About this exercise
Nothing but a number is wanted: the count of lines in the records below that include "IdempotencyInterceptor".

Excerpted records
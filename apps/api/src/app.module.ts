import { Module, type DynamicModule } from '@nestjs/common';
import { APP_FILTER, APP_INTERCEPTOR, APP_PIPE } from '@nestjs/core';
import { AcceptanceModule } from './acceptance/acceptance.module.js';
import { AttachmentsModule } from './attachments/attachments.module.js';
import { AuthModule } from './auth/auth.module.js';
import { BurnoutsModule } from './burnouts/burnouts.module.js';
import { CertificatesModule } from './certificates/certificates.module.js';
import { ClockModule } from './clock/clock.module.js';
import { ConfigModule } from './config/config.module.js';
import type { Config } from './config/config.js';
import { CustomersModule } from './customers/customers.module.js';
import { DatabaseModule } from './database/database.module.js';
import { EquipmentModule } from './equipment/equipment.module.js';
import { HistoryModule } from './history/history.module.js';
import { ErrorFilter } from './http/error.filter.js';
import { HealthController } from './http/health.controller.js';
import { schemaPipe } from './http/schema.pipe.js';
import { IdempotencyInterceptor } from './idempotency/idempotency.interceptor.js';
import { InsightModule } from './insight/insight.module.js';
import { InstrumentsModule } from './instruments/instruments.module.js';
import { InvoicesModule } from './invoices/invoices.module.js';
import { JobsModule } from './jobs/jobs.module.js';
import { MachinesModule } from './machines/machines.module.js';
import { OutboxModule } from './outbox/outbox.module.js';
import { PapersModule } from './papers/papers.module.js';
import { PaymentsModule } from './payments/payments.module.js';
import { PortalModule } from './portal/portal.module.js';
import { QuotesModule } from './quotes/quotes.module.js';
import { RecordsModule } from './records/records.module.js';
import { SearchModule } from './search/search.module.js';
import { ShopModule } from './shop/shop.module.js';
import { SignOffsModule } from './sign-offs/sign-offs.module.js';
import { UsersModule } from './users/users.module.js';

@Module({})
export class AppModule {
  static register(config: Config): DynamicModule {
    return {
      module: AppModule,
      imports: [ConfigModule.register(config), ClockModule, DatabaseModule, HistoryModule, ShopModule, PapersModule, OutboxModule, AuthModule, UsersModule, AcceptanceModule, EquipmentModule, InstrumentsModule, RecordsModule, BurnoutsModule, InsightModule, SignOffsModule, CertificatesModule, CustomersModule, MachinesModule, JobsModule, AttachmentsModule, SearchModule, QuotesModule, InvoicesModule, PaymentsModule, PortalModule],
      controllers: [HealthController],
      providers: [
        { provide: APP_PIPE, useFactory: schemaPipe },
        { provide: APP_FILTER, useClass: ErrorFilter },
        { provide: APP_INTERCEPTOR, useClass: IdempotencyInterceptor },
      ],
    };
  }
}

Response to this exercise
2